Packing

My home office after 3 hours of packing

This is what packing is like when you have cats Dante . . .

“Boxes? Yay! I’m going to nom the box flaps!”

“Plant? Yay! I’m going to nom the plant. Why you yelling?”

“Why do you keep trying to put stuff in my kitty fort? See me rolling around in your box. Aren’t I cute?”

“If I didn’t have to climb your tower of boxes to nom the plant, I wouldn’t be knocking stuff down.”

“Wow, that looks heavy. Let me lie down exactly where you plan to put that. Why you yelling?”

“You’re going to move that big bookcase all by yourself? I help! I’ll sit on the shelf. Whee!”

“Whatcha doing? Hide-and-Seek? Are we playing a game? GOTCHA! Why you yelling? Ew, don’t bleed on me.”

“That looks fragile. I’ll lie on it and keep it safe.”

“How did I got on top of the TV? Uh . . . don’t know, actually.”

“I’m exhausted after all that hard work. Zzzzzzzzzzzz.”

Rainy Sundays

. . . are perfect for playing hide-and-seek with Dante.

Dante hiding under brown blankie

<3

I am texting the Captain (who is away yet again) about the puppy I put a deposit on (because I’m lonely . . . and he’s not here to say no). The Captain goes off on a tangent about one of his friends.

Him: [blah blah blah] and he’s not listening to me [blah blah blah blah blah]

Me: I don’t care about Drew’s problms

Me: I need a dog name

Me: And a spell check apparently

Him: I need you

This Is Me

Part of the appeal of the Internet, for me anyway, is that you know me through my words. My words have power. I remember in high school when I was a mousy, socially-awkward kid in the back of the English class, no one paid me any attention. Not until I handed in my first writing assignment. I remember the teacher standing up in front of the classroom and urging the students to read my paper. His voice was filled with a mixture of surprise and excitement. As if he had discovered a very important secret.
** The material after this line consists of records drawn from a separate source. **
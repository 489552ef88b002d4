package slab

import "math"

// face is the field in a film as it was entered, at the point: psi and psi'
// on that face and psi on the other.
type face[T scalar] struct{ psi, rise, end T }

// moments gives the integrals of |psi|^2 and |psi|^4 over film i.
func (q *line[T]) moments(i int) (two, four float64) {
	f, c := &q.films[i], &q.faces[i]
	switch p := any(c).(type) {
	case *face[float64]:
		z := re(q.z[i].a)
		if z > 1 {
			t := q.trig(i, q.z[i].a)
			return standing(math.Sqrt(z), re(t.f[0]), re(t.f[1]), f.d, p)
		}
		return momentsReal(z, f.d, p)
	case *face[complex128]:
		return momentsComplex(widen(q.z[i].a), f.d, p)
	}
	return 0, 0
}

func momentsReal(z, d float64, f *face[float64]) (two, four float64) {
	if z < -1 {
		return decaying(math.Sqrt(-z)/d, d, f)
	}
	return gauss(d, 1, func(y float64) float64 {
		v := f.at(y, z, d)
		return v * v
	})
}

// standing integrates powers of psi = a cos qy + b sin qy through
// psi^2 = m + r cos 2qy + s sin 2qy, with x = qd, its cosine and sin x / x.
func standing(x, cos, sinc, d float64, f *face[float64]) (two, four float64) {
	q := x / d
	a, b := f.psi, f.rise/q
	m, r, s := (a*a+b*b)/2, (a*a-b*b)/2, a*b
	sin := sinc * x
	s2, c2 := 2*sin*cos, 1-2*sin*sin
	s4, c4 := 2*s2*c2, 1-2*s2*s2
	two = m*x + r*s2/2 + s*(1-c2)/2
	four = m*m*x + r*r*(x/2+s4/8) + s*s*(x/2-s4/8) + m*r*s2 + m*s*(1-c2) + r*s*(1-c4)/4
	return two / q, four / q
}

// decaying integrates powers of psi = a exp(-ky) + b exp(-k(d-y)).
func decaying(k, d float64, f *face[float64]) (two, four float64) {
	e := math.Exp(-k * d)
	ee := e * e
	a, b := (f.psi-f.end*e)/(1-ee), (f.end-f.psi*e)/(1-ee)
	aa, bb, ab := a*a, b*b, a*b
	two = (aa+bb)*(1-ee)/(2*k) + 2*ab*e*d
	four = (aa*aa+bb*bb)*(1-ee*ee)/(4*k) + 2*ab*(aa+bb)*e*(1-ee)/k + 6*ab*ab*ee*d
	return two, four
}

// momentsComplex integrates by quadrature, panel by panel: with loss |psi|^2
// has no short form that is safe everywhere.
func momentsComplex(z complex128, d float64, f *face[complex128]) (two, four float64) {
	x := csqrt(z)
	panels := 1 + int(abs(x))
	if panels > 4096 {
		panels = 4096
	}
	return gauss(d, panels, func(y float64) float64 {
		v := f.at(y, z, d)
		return real(v)*real(v) + imag(v)*imag(v)
	})
}

// gaussNodes and gaussWeights are the eight-point Gauss-Legendre rule on
// [-1, 1] (Abramowitz and Stegun, table 25.4), the positive half.
var gaussNodes = [4]float64{0.1834346424956498, 0.5255324099163290, 0.7966664774136267, 0.9602898564975363}
var gaussWeights = [4]float64{0.3626837833783620, 0.3137066458778873, 0.2223810344533745, 0.1012285362903763}

// gauss integrates f and f^2 over [0, d].
func gauss(d float64, panels int, f func(float64) float64) (one, two float64) {
	half := d / float64(2*panels)
	for p := range panels {
		mid := float64(2*p+1) * half
		for i, x := range gaussNodes {
			a, b := f(mid-half*x), f(mid+half*x)
			one += gaussWeights[i] * half * (a + b)
			two += gaussWeights[i] * half * (a*a + b*b)
		}
	}
	return one, two
}

// at is psi at the distance y from the face that was entered.
func (f *face[T]) at(y float64, z T, d float64) T {
	if d == 0 {
		return f.psi
	}
	r := y / d
	if !evanescent(z) {
		fn, factor := entire(z * num[T](r*r))
		return (f.psi*fn[0] + f.rise*num[T](y)*fn[1]) * num[T](1/factor)
	}
	x := sqrt(-z)
	e := exp(-x)
	a, b := (f.psi-f.end*e)/(1-e*e), (f.end-f.psi*e)/(1-e*e)
	return a*exp(-x*num[T](r)) + b*exp(-x*num[T](1-r))
}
In that moment, my writing made me special. My teacher saw me in a different way. I wasn’t invisible. I wasn’t even ordinary. I was something else. Something more. Something noteworthy. I liked that. A LOT.
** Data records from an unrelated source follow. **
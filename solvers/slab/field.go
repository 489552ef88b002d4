package slab

import (
	"math"
	"math/cmplx"

	"betaloom/solvers"
)

// shape writes what the axial power says: its share in each layer and the width
// (int S)^2 / int S^2, with S = Re(weight) |psi|^2, weight 1 or n/eps_y.
func shape[T scalar](o *output, q *line[T], n complex128, m *solvers.Mode) {
	var one, two float64
	put := func(layer, twin int, c *coefs[T], i2, i4 float64) {
		s := 1.0
		if q.tm {
			s = real(n * widen(c.b.a))
		}
		one += s * i2
		two += s * s * i4
		if twin >= 0 {
			i2 /= 2
			m.Confinement[twin] += s * i2
		}
		m.Confinement[layer] += s * i2
	}
	for i := range q.films {
		f := &q.films[i]
		i2, i4 := q.moments(i)
		put(f.layer, f.twin, &f.live, i2, i4)
	}
	for i := range q.ends {
		if e := &q.ends[i]; e.closure == open {
			g := 2 * re(q.rates[i])
			v := modulus(q.edges[i])
			put(e.layer, e.twin, &e.live, v*v/g, v*v*v*v/(2*g))
		}
	}
	for i := range m.Confinement {
		m.Confinement[i] /= one
	}
	m.Weff = one * one / (two * o.k)
	if q.mirror {
		m.Weff *= 2
	}
	if !(m.Weff > 0) || math.IsInf(m.Weff, 0) { // beyond the range of numbers
		m.Weff = math.NaN()
	}
}

// sampled is how much of the films' extent a signature shows beyond each
// open face.
const sampled = 0.25

// sample writes the signature: psi at sixteen places, evenly spread over
// the films' extent and a quarter of it more on each open side (over one reduced wavelength
// where there is no film), in units that make the sum of squares one.
// psi is positive at the lowest end, where it has no node; a lossy mode is
// first turned in phase until the sum of psi^2 is real and positive.
func sample[T scalar](o *output, q *line[T], p *pick, m *solvers.Mode) {
	v := places(o, q, p.odd)
	var squares complex128
	for i := range v {
		squares += v[i] * v[i]
	}
	turn := complex(1, 0)
	if imag(squares) != 0 {
		turn = 1 / cmplx.Sqrt(squares)
	}
	if real(turn*widen(q.foot)) < 0 {
		turn = -turn
	}
	norm := 0.0
	for i := range v {
		v[i] *= turn
		norm += real(v[i]) * real(v[i])
	}
	norm = 1 / math.Sqrt(norm)
	for i := range v {
		m.Signature[i] = float32(real(v[i]) * norm)
	}
}

// places gives psi at the places of a signature.
func places[T scalar](o *output, q *line[T], odd bool) (v [16]complex128) {
	total := o.total
	if total == 0 {
		total = 1
	}
	lo, hi := 0.0, total
	if !o.stack.GroundBottom {
		lo -= sampled * total
	}
	if !o.stack.GroundTop {
		hi += sampled * total
	}
	step, n := (hi-lo)/16, len(v)
	if q.mirror {
		n /= 2
	}
	q.swing.film = -1
	for i := range n {
		v[i] = widen(q.psi(lo+step*(float64(i)+0.5), step))
	}
	for i := n; i < len(v); i++ {
		v[i] = v[len(v)-1-i]
		if odd {
			v[i] = -v[i]
		}
	}
	return v
}

// psi is the field at y over 1/k, from the lowest film's lower face. It is asked
// for in steps upward.
func (q *line[T]) psi(y, step float64) T {
	y -= q.origin
	if y < 0 {
		return q.edges[0] * exp(q.rates[0]*num[T](y))
	}
	for i := range q.films {
		f := &q.films[i]
		if y > f.d && (i+1 < len(q.films) || q.ends[1].closure == open) {
			y -= f.d
			continue
		}
		if i >= q.meets {
			y, step = f.d-y, -step
		}
		if z := q.z[i].a; rough(z) > 1.5 && !evanescent(z) {
			return q.swing.at(i, &q.faces[i], sqrt(z)/f.h, num[T](y), num[T](step))
		}
		return q.faces[i].at(y, q.z[i].a, f.d)
	}
	return q.edges[1] * exp(-q.rates[1]*num[T](y))
}

// swing is the phase of a standing wave in a film, turned by equal steps.
type swing[T scalar] struct {
	film             int
	sin, cos         T
	stepSin, stepCos T
}

// at is psi at the distance y from the face that was entered, for a wave number k.
func (w *swing[T]) at(film int, f *face[T], k, y, step T) T {
	if w.film != film {
		w.film = film
		w.sin, w.cos = sincos(k * y)
		w.stepSin, w.stepCos = sincos(k * step)
	} else {
		w.sin, w.cos = w.sin*w.stepCos+w.cos*w.stepSin, w.cos*w.stepCos-w.sin*w.stepSin
	}
	return f.psi*w.cos + f.rise/k*w.sin
}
So I share my words with you. I tell you my stories. I expose my soul to you. Except . . .

Except sometimes I feel like maybe I hide behind my words.

Like I am showing you what I think are the best parts of me instead of sharing all of me.
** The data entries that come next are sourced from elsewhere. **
package slab

import (
	"math"
	"strconv"

	"betaloom/solvers"
)

// nearCutoff is how close to the cut-off index a mode is flagged.
const nearCutoff = 1e-5

var (
	flagNone       []string
	flagNearCutoff = []string{"near-cutoff"}
	flagAvoided    = []string{"avoided-crossing"}
)

const impedanceOfVacuum = 376.730313668 // ohm, CODATA 2018

// output is the room for modes that a solver gives out.
type output struct {
	modes       []solvers.Mode
	gradients   []float64
	confinement []float64
	acc         [2][]complex128 // dN/dp and d2N/dtdp
	names       [2][]string
	params      int
	stack       *Stack
	w, k        float64
	total       float64 // k times the thickness of all films
}

func (o *output) reset(params int, s *Stack, w float64) {
	o.params, o.stack, o.w, o.k = params, s, w, w/lightSpeed
	o.modes = o.modes[:0]
	o.total = 0
	for i := range s.Layers {
		if !s.Layers[i].HalfSpace {
			o.total += o.k * real(s.Layers[i].Thickness.V)
		}
	}
	o.acc[0], o.acc[1] = resize(o.acc[0], params), resize(o.acc[1], params)
}

// room makes place for n modes.
func (o *output) room(n int) {
	o.modes = resize(o.modes, n)
	o.gradients = resize(o.gradients, 2*n*o.params)
	o.confinement = resize(o.confinement, n*len(o.stack.Layers))
}

// next gives the i-th mode with its slices set and its numbers null.
func (o *output) next(i int) *solvers.Mode {
	m, p, l := &o.modes[i], o.params, len(o.stack.Layers)
	nan := math.NaN()
	*m = solvers.Mode{
		DNeff:       o.gradients[2*i*p : (2*i+1)*p : (2*i+1)*p],
		DNg:         o.gradients[(2*i+1)*p : (2*i+2)*p : (2*i+2)*p],
		Confinement: o.confinement[i*l : (i+1)*l : (i+1)*l],
		Aeff:        nan, CPerM: nan, LPerM: nan, Cutoff: nan,
		Z: complex(nan, nan),
	}
	clear(m.Confinement)
	return m
}

// name is TE or TM with the mode's number.
func (o *output) name(tm bool, m int) string {
	kind, prefix := 0, "TE"
	if tm {
		kind, prefix = 1, "TM"
	}
	for len(o.names[kind]) <= m && m < 64 {
		o.names[kind] = append(o.names[kind], prefix+strconv.Itoa(len(o.names[kind])))
	}
	if m < 64 {
		return o.names[kind][m]
	}
	return prefix + strconv.Itoa(m)
}

// label sets what kind of mode it is.
func (o *output) label(m *solvers.Mode, p *pick, mirror bool) {
	m.Type, m.Family = "TE", o.name(p.tm, p.m)
	if p.tm {
		m.Type = "TM"
	} else {
		m.ExShare = 1
	}
	if p.tem {
		m.Type, m.Family = "TEM", "TEM"
	}
	if mirror {
		m.Symmetry = "even"
		if p.odd {
			m.Symmetry = "odd"
		}
	}
}

// fill writes a mode from a line that has been expanded and gathered.
func fill[T scalar](o *output, q *line[T], norm linear[T], p *pick, m *solvers.Mode) {
	o.label(m, p, q.mirror)
	n2 := q.square()
	n := root(n2)
	at := widen(n.a)
	m.Neff, m.Kappa = real(at), 0-imag(at)
	m.Ng = re(n.a + n.b)
	m.GVD = 2 * re(n.b+n.c) / (lightSpeed * o.w)
	m.Beta3 = 6 * re(n.c+n.d) / (lightSpeed * o.w * o.w)
	cut := 0.0
	if q.branch {
		cut = re(sqrt(q.base.a))
	}
	m.Flags = flagNone
	if m.Neff-cut < nearCutoff {
		m.Flags = flagNearCutoff
	}
	gradient(o, q, norm, n2)
	project(o, n2, n, m)
	shape(o, q, at, m)
	impedance(o, p, at, m)
	m.Cutoff = o.cutoff(p)
	sample(o, q, p, m)
	bound(o, q, norm, n, m)
}

// project turns derivatives of N into those of the indices.
func project[T scalar](o *output, n2, n series[T], m *solvers.Mode) {
	half := widen(0.5 / n.a)
	turn := half * widen(0.5*n2.b/n2.a)
	for i := range o.params {
		v := o.acc[0][i] * half
		m.DNeff[i] = real(v)
		m.DNg[i] = real(v + o.acc[1][i]*half - o.acc[0][i]*turn)
	}
}

// impedance sets the wave impedance: omega mu/beta for TE; for TM it has a
// meaning in one uniform medium only.
func impedance(o *output, p *pick, n complex128, m *solvers.Mode) {
	switch {
	case !p.tm:
		m.Z, m.ZDefinition = impedanceOfVacuum/n, "wave"
	case p.uniform:
		m.Z, m.ZDefinition = impedanceOfVacuum*n/o.stack.Layers[0].Eps[1].V, "wave"
	}
}

// cutoff is the frequency in Hz at which a mode between metal planes
// appears; it has a meaning in one lossless fill that does not depend on frequency.
func (o *output) cutoff(p *pick) float64 {
	l := &o.stack.Layers[0]
	if !o.stack.GroundBottom || !o.stack.GroundTop || !p.plain {
		return math.NaN()
	}
	halves, e := p.m+1, real(l.Eps[0].V)
	if p.tm {
		halves, e = p.m, real(l.Eps[2].V)
	}
	return float64(halves) * o.w / (2 * o.total * math.Sqrt(e))
}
Because maybe you’ll be satisfied with just words. I will give you all the words you want!

But photos?

Well, that’s a whole other story entirely.

I have a confession. I am not a cat.

I have a face.

This is me.

This is me

Loser

My family moved when I was nine. Not across the country or even to another state, just the next town over. Even so, for me it was a BIG DEAL. I was beside myself with excitement. I was leaving a tiny private school where my entire grade consisted of six students to go to a public school where my grade would consist of two classes full of potential friends. Plus I’d get to ride the bus. And my days of ugly plaid jumpers were over.

I was a ball of nervous energy that summer before I entered the fifth grade. I daydreamed about all the amazing people I was sure to meet. Two whole classes full of kids my age! More classmates than I had ever seen before! It was hard to wrap my mind around. My social calendar would be teeming with play dates and parties! I was certain that my life would change in ways I couldn’t even imagine.

September finally rolled around. I was ready. On the first day of school, my sister and I waited for the bus at the end of our driveway. I smoothed the skirt of my brand new first day of school outfit over and over as I imagined the smiling faces of my peers. When I saw the bus rolling down the street, I practically burst with joy. I was going to make so many new friends!

But I didn’t. Not that day. Or the next. Or the following week. Or my first few months. Or at all that year. My classmates had known each other since kindergarten and their social circles were set. There was no warm welcome. They had no need of me. I was an outsider. There were occasional unkind words or a chair pulled out from under me, but for the most part I was ignored. I was invisible.

My mother went as far as to meet with my teacher and plead with her to help engineer a friendship between me and one of my classmates. But still every day I came home more alone than the day before.  At this point my mother decided that birthday parties with friends from school were “too expensive,” a cover for her fear that I would blow out my candles in an empty room.

By ten years old, I decided that something must be horribly wrong with me that not a single student wanted to be my friend. I set aside my silly dreams of sleepovers and friendship bracelets. I crawled up deep inside myself. Sad and wounded, I refused to come out.

And now that twenty years has passed, I don’t know how to.